Task item
Among the entries, which lines carry the string "sold"? Copy each of them.

* * *

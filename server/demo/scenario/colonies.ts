import type { Ago, Key } from './shape';
import type { StrainCode } from './strains';

export type ColonyStory = {
  code: string;
  strain: StrainCode;
  on: Ago;
  note: string | null;
  /** Where it lived, first where it began. */
  homes: { on: Ago; tank: string; note?: string }[];
};

/** Colonies without members of their own at first wait for fish that are held back from broods. */
export const COLONIES: ColonyStory[] = [
  {
    code: 'MOIL-A',
    strain: 'MOIL',
    on: -735,
    note: null,
    homes: [
      { on: -735, tank: 'Q1' },
      { on: -707, tank: 'R1', note: 'Out of quarantine, all at once' },
    ],
  },
  {
    code: 'LEMP-A',
    strain: 'LEMP',
    on: -731,
    note: 'The females cannot be told apart',
    homes: [
      { on: -731, tank: 'Q2' },
      { on: -709, tank: 'R2' },
    ],
  },
  { code: 'LEMP-B', strain: 'LEMP', on: -425, note: 'Young of LEMP-A', homes: [{ on: -425, tank: 'R3' }] },
  { code: 'MEUT-A', strain: 'MEUT', on: -690, note: null, homes: [{ on: -690, tank: 'R4' }] },
  { code: 'ESMI-A', strain: 'ESMI', on: -735, note: null, homes: [{ on: -735, tank: 'B1' }] },
  {
    code: 'ESMI-B',
    strain: 'ESMI',
    on: -550,
    note: 'Young of ESMI-A, later their own young',
    homes: [{ on: -550, tank: 'B2' }],
  },
  {
    code: 'CALI-A',
    strain: 'CALI',
    on: -729,
    note: null,
    homes: [
      { on: -729, tank: 'B3' },
      { on: -372, tank: 'B1', note: 'Heater of B3 failed: with ESMI-A until it is replaced' },
      { on: -331, tank: 'B3', note: 'New heater runs since four days' },
    ],
  },
  { code: 'CATE-A', strain: 'CATE', on: -720, note: null, homes: [{ on: -720, tank: 'R5' }] },
];

export type Arrival = {
  lot: string;
  strain: StrainCode;
  on: Ago;
  /** A colony's code, or the tank of fish that are in none yet. */
  colony: string | null;
  tank?: string;
  /** Numbers within the colony; a fish of an uncoded group is named by its place in it. */
  males: readonly number[];
  females: readonly number[];
  /** Females too alike to tell apart have no code until someone does. */
  anonymousFemales?: number;
};

export const ARRIVALS: Arrival[] = [
  {
    lot: 'MOIL-1',
    strain: 'MOIL',
    on: -735,
    colony: 'MOIL-A',
    males: [1, 2, 3, 4, 5],
    females: [6, 7, 8, 9, 10, 11, 12, 13, 14, 15, 16, 17],
  },
  { lot: 'ESMI-1', strain: 'ESMI', on: -735, colony: 'ESMI-A', males: [1, 2], females: [3, 4, 5, 6] },
  { lot: 'ESMI-2', strain: 'ESMI', on: -733, colony: 'ESMI-A', males: [], females: [7, 8, 9, 10] },
  {
    lot: 'LEMP-1',
    strain: 'LEMP',
    on: -731,
    colony: 'LEMP-A',
    males: [1, 2, 3, 4, 5],
    females: [],
    anonymousFemales: 9,
  },
  { lot: 'CALI-1', strain: 'CALI', on: -729, colony: 'CALI-A', males: [1, 2], females: [3, 4, 5, 6, 7, 8] },
  { lot: 'CATE-1', strain: 'CATE', on: -720, colony: 'CATE-A', males: [1, 2], females: [3, 4, 5] },
  { lot: 'MEUT-1', strain: 'MEUT', on: -690, colony: 'MEUT-A', males: [1, 2, 3], females: [4, 5, 6, 7, 8, 9] },
  { lot: 'CALI-2', strain: 'CALI', on: -9, colony: null, tank: 'Q2', males: [], females: [1, 2, 3] },
];

type Exit = { on: Ago; how: 'died' | 'sold' | 'given' | 'lost'; cause: string | null; note: string | null };

/** How single fish left. One that died holding leaves by its hold. */
export const EXITS: Record<Key, Exit> = {
  'fish:MOIL-A09': { on: -721, how: 'died', cause: 'Did not eat since arrival', note: null },
  'fish:MOIL-A02': { on: -255, how: 'died', cause: 'Driven by MOIL-A04', note: 'Found behind the filter, fins torn' },
  'fish:MEUT-A09': { on: -300, how: 'died', cause: 'Jumped', note: 'Cover was open after feeding' },
  'fish:ESMI-A07': { on: -480, how: 'died', cause: null, note: 'No marks on her' },
  'fish:ESMI-B05': { on: -455, how: 'sold', cause: null, note: 'One male too many' },
  'fish:CALI-A08': { on: -250, how: 'given', cause: null, note: 'To Pim, for the school' },
};

export type Finding = { fish: Key; on: Ago } & (
  | { kind: 'sex'; sex: 'male' | 'female' | 'unknown'; how: 'seen' | 'vented'; certain: boolean; note?: string }
  | { kind: 'dominant'; note?: string }
  | { kind: 'mark'; mark: string | null; note?: string }
  | { kind: 'toldApart'; code: string; mark: string }
);

const sexed = (on: Ago, stem: string, sex: 'male' | 'female', numbers: readonly number[]): Finding[] =>
  numbers.map((number) => ({ fish: fishKey(stem, number), on, kind: 'sex', sex, how: 'vented', certain: true }));

export const fishCode = (stem: string, number: number): string =>
  `${stem}${/-[A-Z]+$/.test(stem) ? '' : '-'}${String(number).padStart(2, '0')}`;
export const fishKey = (stem: string, number: number): Key => `fish:${fishCode(stem, number)}`;

const dominant = (on: Ago, fish: Key, note?: string): Finding => ({
  fish,
  on,
  kind: 'dominant',
  ...(note ? { note } : {}),
});

export const FINDINGS: Finding[] = [
  dominant(-690, 'fish:MOIL-A02', 'Holds the left third of the tank'),
  dominant(-326, 'fish:MOIL-A04', 'Took the place of MOIL-A02'),
  dominant(-700, 'fish:LEMP-A01'),
  dominant(-350, 'fish:LEMP-A03'),
  dominant(-300, 'fish:LEMP-B05'),
  dominant(-680, 'fish:MEUT-A01', 'Largest crater'),
  dominant(-230, 'fish:MEUT-A02'),
  dominant(-700, 'fish:ESMI-A01'),
  dominant(-460, 'fish:ESMI-B01'),
  dominant(-250, 'fish:ESMI-B09'),
  dominant(-700, 'fish:CALI-A01'),
  dominant(-650, 'fish:CATE-A01', 'Holds shells 1 to 4'),
  ...sexed(-330, 'LEMP-B', 'male', [2, 5, 10]),
  ...sexed(-330, 'LEMP-B', 'female', [1, 3, 4, 6, 7, 8, 9, 11, 12, 13]),
  ...sexed(-470, 'ESMI-B', 'male', [1, 5, 9]),
  ...sexed(-470, 'ESMI-B', 'female', [2, 3, 4, 6, 7, 8, 10, 11, 12]),
  ...sexed(-190, 'ESMI-B', 'female', [14, 15, 16]),
  { fish: 'fish:ESMI-B13', on: -190, kind: 'sex', sex: 'female', how: 'seen', certain: false, note: 'Orange still' },
  { fish: 'fish:ESMI-B13', on: -150, kind: 'sex', sex: 'male', how: 'vented', certain: true, note: 'Turning blue' },
  ...sexed(-60, 'MOIL', 'male', [1, 4]),
  ...sexed(-60, 'MOIL', 'female', [2, 3, 5]),
  { fish: 'fish:MOIL-A02', on: -700, kind: 'mark', mark: 'Notch in the upper edge of the tail' },
  { fish: 'fish:MOIL-A04', on: -700, kind: 'mark', mark: 'Dark blotch over the right eye' },
  { fish: 'fish:MOIL-A06', on: -690, kind: 'mark', mark: 'White scale on the left gill cover' },
  { fish: 'fish:MOIL-A06', on: -240, kind: 'mark', mark: null, note: 'The white scale has grown out' },
  { fish: 'fish:MOIL-A06', on: -205, kind: 'mark', mark: 'Split third spine of the dorsal fin' },
  { fish: 'fish:MOIL-A10', on: -690, kind: 'mark', mark: 'Two yellow bars that join, left side' },
  { fish: 'fish:MEUT-A08', on: -420, kind: 'mark', mark: 'Spot before the tail missing, right side' },
  { fish: 'fish:ESMI-B06', on: -440, kind: 'mark', mark: 'Pale tip of the left pelvic fin' },
  { fish: 'fish:LEMP-A/f3', on: -602, kind: 'toldApart', code: 'LEMP-A06', mark: 'Nick in the left gill cover' },
  { fish: 'fish:CATE-A01', on: -650, kind: 'mark', mark: 'Largest, lower jaw scarred' },
];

* * *

Task output
type Exit = { on: Ago; how: 'died' | 'sold' | 'given' | 'lost'; cause: string | null; note: string | null };
  'fish:ESMI-B05': { on: -455, how: 'sold', cause: null, note: 'One male too many' },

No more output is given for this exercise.